Turbulence in Panama Canal Operations: ONE CEO Appeals to Government Amidst Transit Restrictions

Ocean Network Express CEO Jeremy Nixon voices concerns over delays as shipowners divert routes; Panama Canal faces challenges with reduced transits due to severe drought.


In response to the latest restrictions on transits through the Panama Canal, Jeremy Nixon, CEO of Ocean Network Express (ONE), has penned a letter to Panama’s President Laurentino Cortizo. The Panama Canal Authority (ACP) shocked the maritime industry on October 30 by announcing a reduction in booking slots and transits. The measures, effective from December 1 to January 31, 2024, will decrease the daily transits from 24 to 18, including both Neo-Panamax and Panamax locks. This move is a response to Panama’s severe drought, the worst in 73 years, leading to a shortage of fresh water for the canal.

Nixon expressed concern about ongoing delays and loading restrictions for large Neo-Panamax containerships, prompting consideration of alternative routes via the Suez Canal. He criticized the lack of significant infrastructure projects to improve water reliability and urged urgent action from the Panama government.

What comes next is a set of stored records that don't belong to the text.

def _write_sheet(fh, plan: _Plan, style_ids: dict[str, int]) -> None:
    cols = plan.columns
    n_cols, n_rows = len(cols), plan.n_rows
    last = f"{col_letters(n_cols - 1)}{n_rows + 1}" if n_cols else "A1"
    head = [
        '<?xml version="1.0" encoding="UTF-8" standalone="yes"?>\n',
        f'<worksheet xmlns="{MAIN_NS}" xmlns:r="{REL_NS}">',
        '<sheetPr><pageSetUpPr fitToPage="1"/></sheetPr>',  # printed: fit to the page width
        f'<dimension ref="A1:{last}"/>' if n_cols else '<dimension ref="A1"/>',
        '<sheetViews><sheetView workbookViewId="0">',
    ]
    if n_cols:
        head.append(
            '<pane ySplit="1" topLeftCell="A2" activePane="bottomLeft" state="frozen"/>'
            '<selection pane="bottomLeft" activeCell="A2" sqref="A2"/>'
        )
    head.append('</sheetView></sheetViews><sheetFormatPr defaultRowHeight="15"/>')
    if n_cols:
        head.append("<cols>")
        head.extend(
            f'<col min="{j + 1}" max="{j + 1}" width="{c.width:.6g}" customWidth="1"/>'
            for j, c in enumerate(cols)
        )
        head.append("</cols>")
    head.append("<sheetData>")
    if n_cols:
        head.append('<row r="1">')
        head.extend(
            f'<c r="{col_letters(j)}1" s="{style_ids["header"]}" t="inlineStr">{_T_OPEN}'
            f"{_escape_py(c.header)}{_T_CLOSE}"
            for j, c in enumerate(cols)
        )
        head.append("</row>")
    fh.write("".join(head).encode("utf-8"))

    if n_cols:
        letters = [f'<c r="{col_letters(j)}' for j in range(n_cols)]
        affixes = [_affixes(c, style_ids) for c in cols]
        for a in range(0, n_rows, _CHUNK_ROWS):
            b = min(a + _CHUNK_ROWS, n_rows)
            rownum = pc.cast(pa.array(np.arange(a + 2, b + 2, dtype="int64")), pa.large_string())
            cells = []
            for j, col in enumerate(cols):
                kinds, values = _chunk(col, a, b)
                if values is None or not (kinds != _EMPTY).any():
                    continue
                if values.type != pa.large_string():
                    values = values.cast(pa.large_string())
                if col.kind in ("text", "mixed", "date"):
                    values = _escape(values)
                prefix, suffix = affixes[j]
                k = pa.array(kinds)
                cells.append(_join(letters[j], rownum, prefix.take(k), values, suffix.take(k), ""))
            opts = {"null_handling": "replace", "null_replacement": ""}
            _write_buffer(fh, _join('<row r="', rownum, '">', *cells, "</row>", "", **opts))

    tail = ["</sheetData>"]
    if n_cols:
        tail.append(f'<autoFilter ref="A1:{last}"/>')
    for k, (ref, formula, kind) in enumerate(plan.marks, start=1):
        tail.append(
            f'<conditionalFormatting sqref="{ref}"><cfRule type="expression" '
            f'dxfId="{style_ids["dxf:" + kind]}" priority="{k}"><formula>'
            f"{_escape_py(formula)}</formula></cfRule></conditionalFormatting>"
        )
    tail.append(
        '<pageMargins left="0.4" right="0.4" top="0.6" bottom="0.6" header="0.3" footer="0.3"/>'
        # landscape, one page wide and as many pages long as needed
        '<pageSetup orientation="landscape" fitToWidth="1" fitToHeight="0"/>'
    )
    tail.append("</worksheet>")
    fh.write("".join(tail).encode("utf-8"))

Despite ONE’s desire to remain loyal to the Panama Canal, other shipowners have already started diverting sailings to avoid uncertainty and potential high costs. Bloomberg reported instances of gas tankers making U-turns within 10 miles of the canal due to traffic jams caused by low water levels. The backlog of ships waiting to transit the canal has increased to 99 as of November 8, up from 79 on November 6.

For owners attempting to bypass the queue by purchasing slots at auction, costs are skyrocketing. Japan’s Eneos Group won a bid at $3.975 million, exceeding the previous top bid by $1 million.

The Panama Canal’s popularity stems from its shorter transit times between Asia and the US East Coast compared to other options. However, the current water crisis necessitates urgent measures. The ACP signed a contract with the US Army Corps of Engineers in 2021 to evaluate alternatives, and a preliminary report estimated a $2 billion cost for a new water management system, including a water reservoir. The ACP aspires to have these projects operational by the end of 2026, ensuring an additional supply of 1.4 billion cubic meters over the next few years to meet the canal’s annual requirement of 3.4 billion cubic meters.